■ **Problem description**:
Using the listing below, retype exactly the lines starting at the one with "vel = freq.to_value(u.km" and ending at the one with "# the BEAMS", and include both.

-- Opening Marker --

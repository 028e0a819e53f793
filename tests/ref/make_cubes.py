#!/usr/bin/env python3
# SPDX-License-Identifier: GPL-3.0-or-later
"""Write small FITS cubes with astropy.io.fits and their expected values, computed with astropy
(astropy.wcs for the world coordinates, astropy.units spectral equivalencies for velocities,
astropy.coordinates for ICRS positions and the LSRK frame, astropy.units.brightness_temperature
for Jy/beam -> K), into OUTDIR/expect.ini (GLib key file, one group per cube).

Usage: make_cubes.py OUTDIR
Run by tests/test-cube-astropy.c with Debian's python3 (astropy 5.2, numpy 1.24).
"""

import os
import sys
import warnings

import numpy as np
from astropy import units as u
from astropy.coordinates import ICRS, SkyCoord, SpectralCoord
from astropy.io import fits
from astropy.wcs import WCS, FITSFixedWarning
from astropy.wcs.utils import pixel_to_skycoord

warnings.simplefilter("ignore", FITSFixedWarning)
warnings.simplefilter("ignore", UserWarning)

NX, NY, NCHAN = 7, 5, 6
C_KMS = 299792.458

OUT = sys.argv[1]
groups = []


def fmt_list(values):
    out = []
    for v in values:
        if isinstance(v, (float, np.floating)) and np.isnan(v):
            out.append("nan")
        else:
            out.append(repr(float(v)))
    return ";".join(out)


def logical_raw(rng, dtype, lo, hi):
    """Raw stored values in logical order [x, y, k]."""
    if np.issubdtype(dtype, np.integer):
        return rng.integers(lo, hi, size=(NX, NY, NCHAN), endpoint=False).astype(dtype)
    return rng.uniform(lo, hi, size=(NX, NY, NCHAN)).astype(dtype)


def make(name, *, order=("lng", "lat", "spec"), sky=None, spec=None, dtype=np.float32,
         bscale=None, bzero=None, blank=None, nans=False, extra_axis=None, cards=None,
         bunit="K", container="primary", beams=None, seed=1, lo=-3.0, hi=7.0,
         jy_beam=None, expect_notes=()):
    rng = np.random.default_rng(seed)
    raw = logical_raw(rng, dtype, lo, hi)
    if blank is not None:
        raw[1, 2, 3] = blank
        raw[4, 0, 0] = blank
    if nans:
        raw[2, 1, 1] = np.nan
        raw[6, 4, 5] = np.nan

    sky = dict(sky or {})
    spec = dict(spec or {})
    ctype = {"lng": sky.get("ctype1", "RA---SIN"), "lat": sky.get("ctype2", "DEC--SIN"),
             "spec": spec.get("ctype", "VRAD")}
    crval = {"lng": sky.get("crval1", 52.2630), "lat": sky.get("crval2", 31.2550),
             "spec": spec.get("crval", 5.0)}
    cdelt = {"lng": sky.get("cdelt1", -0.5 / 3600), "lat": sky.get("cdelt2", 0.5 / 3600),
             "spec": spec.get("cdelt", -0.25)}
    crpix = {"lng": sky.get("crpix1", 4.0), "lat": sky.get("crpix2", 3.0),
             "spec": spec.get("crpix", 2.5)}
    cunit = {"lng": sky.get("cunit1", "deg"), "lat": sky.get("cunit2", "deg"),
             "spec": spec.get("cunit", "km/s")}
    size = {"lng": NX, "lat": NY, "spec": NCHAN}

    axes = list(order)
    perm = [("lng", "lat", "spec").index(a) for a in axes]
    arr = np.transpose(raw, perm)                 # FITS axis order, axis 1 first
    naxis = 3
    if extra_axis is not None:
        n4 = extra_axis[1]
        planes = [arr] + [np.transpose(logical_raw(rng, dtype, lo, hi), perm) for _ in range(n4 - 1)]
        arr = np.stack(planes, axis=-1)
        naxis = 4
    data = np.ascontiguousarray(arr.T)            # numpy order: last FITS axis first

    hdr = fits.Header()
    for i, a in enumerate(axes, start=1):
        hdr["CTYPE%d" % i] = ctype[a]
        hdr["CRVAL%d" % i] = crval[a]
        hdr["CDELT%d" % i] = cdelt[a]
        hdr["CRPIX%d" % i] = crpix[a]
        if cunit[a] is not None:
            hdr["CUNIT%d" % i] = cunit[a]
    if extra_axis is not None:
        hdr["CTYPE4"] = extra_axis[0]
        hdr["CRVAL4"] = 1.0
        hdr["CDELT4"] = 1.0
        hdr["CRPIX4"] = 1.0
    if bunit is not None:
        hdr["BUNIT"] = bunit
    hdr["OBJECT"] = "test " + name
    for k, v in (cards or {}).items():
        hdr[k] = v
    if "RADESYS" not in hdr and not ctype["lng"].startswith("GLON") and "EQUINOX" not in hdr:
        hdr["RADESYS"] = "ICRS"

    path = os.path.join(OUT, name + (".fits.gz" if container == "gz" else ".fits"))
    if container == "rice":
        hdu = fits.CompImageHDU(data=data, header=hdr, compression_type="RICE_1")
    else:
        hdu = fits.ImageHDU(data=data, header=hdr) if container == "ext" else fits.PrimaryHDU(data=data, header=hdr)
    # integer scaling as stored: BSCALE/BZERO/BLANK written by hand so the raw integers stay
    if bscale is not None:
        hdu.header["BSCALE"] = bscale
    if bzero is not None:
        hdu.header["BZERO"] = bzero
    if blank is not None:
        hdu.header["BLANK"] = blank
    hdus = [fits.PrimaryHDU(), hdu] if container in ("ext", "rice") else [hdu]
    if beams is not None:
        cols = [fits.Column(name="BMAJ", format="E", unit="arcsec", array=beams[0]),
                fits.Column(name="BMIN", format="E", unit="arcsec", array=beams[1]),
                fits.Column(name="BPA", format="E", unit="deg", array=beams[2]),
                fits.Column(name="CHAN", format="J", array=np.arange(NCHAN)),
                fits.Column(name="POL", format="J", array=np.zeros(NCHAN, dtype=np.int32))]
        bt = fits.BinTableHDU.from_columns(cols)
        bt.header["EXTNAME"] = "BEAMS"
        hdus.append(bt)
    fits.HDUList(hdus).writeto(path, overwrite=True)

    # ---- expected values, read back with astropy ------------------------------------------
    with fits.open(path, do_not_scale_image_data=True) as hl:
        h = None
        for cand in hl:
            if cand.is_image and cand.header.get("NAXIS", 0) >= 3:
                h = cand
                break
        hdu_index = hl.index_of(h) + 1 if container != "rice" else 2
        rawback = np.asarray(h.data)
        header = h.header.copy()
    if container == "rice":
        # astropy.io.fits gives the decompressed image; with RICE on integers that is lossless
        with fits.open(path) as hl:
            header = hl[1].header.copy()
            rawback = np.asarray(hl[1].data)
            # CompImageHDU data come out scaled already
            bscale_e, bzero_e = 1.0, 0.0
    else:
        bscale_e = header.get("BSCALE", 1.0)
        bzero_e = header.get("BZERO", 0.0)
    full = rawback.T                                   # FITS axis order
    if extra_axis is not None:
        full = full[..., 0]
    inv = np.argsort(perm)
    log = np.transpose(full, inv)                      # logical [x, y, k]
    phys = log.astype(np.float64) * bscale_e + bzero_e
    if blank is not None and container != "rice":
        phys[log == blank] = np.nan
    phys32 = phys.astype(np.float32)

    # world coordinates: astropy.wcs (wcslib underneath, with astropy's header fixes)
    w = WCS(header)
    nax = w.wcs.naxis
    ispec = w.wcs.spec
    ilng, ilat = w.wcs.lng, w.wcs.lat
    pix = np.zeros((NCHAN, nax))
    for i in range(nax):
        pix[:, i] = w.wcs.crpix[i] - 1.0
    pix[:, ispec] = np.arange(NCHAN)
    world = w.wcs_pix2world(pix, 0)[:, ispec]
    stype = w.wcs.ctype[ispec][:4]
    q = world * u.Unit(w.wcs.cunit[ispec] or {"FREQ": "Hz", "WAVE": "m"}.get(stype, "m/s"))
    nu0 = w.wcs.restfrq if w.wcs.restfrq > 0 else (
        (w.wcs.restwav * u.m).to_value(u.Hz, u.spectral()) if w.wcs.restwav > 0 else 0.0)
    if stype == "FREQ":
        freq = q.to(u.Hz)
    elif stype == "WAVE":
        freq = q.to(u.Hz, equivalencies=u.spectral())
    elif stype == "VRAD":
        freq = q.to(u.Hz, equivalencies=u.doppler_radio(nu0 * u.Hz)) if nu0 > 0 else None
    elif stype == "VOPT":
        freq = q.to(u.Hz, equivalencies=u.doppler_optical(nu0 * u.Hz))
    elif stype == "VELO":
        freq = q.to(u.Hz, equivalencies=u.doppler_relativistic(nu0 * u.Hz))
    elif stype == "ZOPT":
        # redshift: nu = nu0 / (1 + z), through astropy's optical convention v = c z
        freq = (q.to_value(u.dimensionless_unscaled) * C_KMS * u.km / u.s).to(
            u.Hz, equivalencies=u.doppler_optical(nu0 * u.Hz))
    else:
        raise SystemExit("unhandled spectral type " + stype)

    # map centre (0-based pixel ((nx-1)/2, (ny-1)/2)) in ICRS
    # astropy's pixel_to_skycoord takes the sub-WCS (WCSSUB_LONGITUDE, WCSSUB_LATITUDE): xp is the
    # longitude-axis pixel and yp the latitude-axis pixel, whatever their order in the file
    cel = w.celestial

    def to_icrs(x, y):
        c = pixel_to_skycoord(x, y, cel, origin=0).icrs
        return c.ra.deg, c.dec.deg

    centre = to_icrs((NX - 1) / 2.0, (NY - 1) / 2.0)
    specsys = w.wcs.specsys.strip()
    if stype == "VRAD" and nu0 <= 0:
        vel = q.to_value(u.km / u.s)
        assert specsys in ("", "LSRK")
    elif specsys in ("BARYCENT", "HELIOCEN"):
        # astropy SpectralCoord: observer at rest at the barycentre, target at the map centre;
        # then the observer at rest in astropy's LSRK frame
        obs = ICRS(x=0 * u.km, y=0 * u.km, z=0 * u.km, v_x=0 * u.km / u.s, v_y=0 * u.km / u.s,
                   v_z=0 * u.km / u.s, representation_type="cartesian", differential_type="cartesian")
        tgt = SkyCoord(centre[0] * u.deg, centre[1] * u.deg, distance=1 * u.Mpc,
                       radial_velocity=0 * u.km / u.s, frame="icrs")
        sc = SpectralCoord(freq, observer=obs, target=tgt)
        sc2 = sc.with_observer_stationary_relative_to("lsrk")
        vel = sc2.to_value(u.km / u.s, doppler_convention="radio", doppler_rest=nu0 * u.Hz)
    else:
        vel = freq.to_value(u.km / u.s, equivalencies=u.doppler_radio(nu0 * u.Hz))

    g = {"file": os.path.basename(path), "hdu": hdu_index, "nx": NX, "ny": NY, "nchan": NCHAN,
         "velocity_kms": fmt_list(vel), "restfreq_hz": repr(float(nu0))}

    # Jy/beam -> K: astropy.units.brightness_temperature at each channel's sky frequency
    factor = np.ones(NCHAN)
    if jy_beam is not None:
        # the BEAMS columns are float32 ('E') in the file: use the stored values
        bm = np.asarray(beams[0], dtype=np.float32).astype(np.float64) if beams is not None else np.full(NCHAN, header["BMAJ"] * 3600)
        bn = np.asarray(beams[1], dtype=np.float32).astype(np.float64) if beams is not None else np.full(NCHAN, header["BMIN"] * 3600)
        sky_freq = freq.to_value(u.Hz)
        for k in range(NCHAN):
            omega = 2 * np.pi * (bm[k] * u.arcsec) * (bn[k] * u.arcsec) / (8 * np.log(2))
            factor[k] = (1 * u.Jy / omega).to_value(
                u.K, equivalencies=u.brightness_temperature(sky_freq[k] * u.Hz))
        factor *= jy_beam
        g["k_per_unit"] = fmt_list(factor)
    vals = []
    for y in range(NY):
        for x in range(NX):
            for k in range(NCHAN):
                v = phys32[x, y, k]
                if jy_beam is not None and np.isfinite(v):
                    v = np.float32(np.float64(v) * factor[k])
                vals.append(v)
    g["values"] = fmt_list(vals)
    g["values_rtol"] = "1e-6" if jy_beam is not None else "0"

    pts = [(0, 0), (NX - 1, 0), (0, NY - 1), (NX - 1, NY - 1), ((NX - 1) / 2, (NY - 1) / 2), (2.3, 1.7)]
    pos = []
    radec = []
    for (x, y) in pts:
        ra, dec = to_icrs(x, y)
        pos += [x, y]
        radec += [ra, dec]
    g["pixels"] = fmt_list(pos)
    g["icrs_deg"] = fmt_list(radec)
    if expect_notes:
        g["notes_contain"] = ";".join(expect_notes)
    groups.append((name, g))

-- Closing Marker --

■ **Finished task**:
        vel = freq.to_value(u.km / u.s, equivalencies=u.doppler_radio(nu0 * u.Hz))

    g = {"file": os.path.basename(path), "hdu": hdu_index, "nx": NX, "ny": NY, "nchan": NCHAN,
         "velocity_kms": fmt_list(vel), "restfreq_hz": repr(float(nu0))}

    # Jy/beam -> K: astropy.units.brightness_temperature at each channel's sky frequency
    factor = np.ones(NCHAN)
    if jy_beam is not None:
        # the BEAMS columns are float32 ('E') in the file: use the stored values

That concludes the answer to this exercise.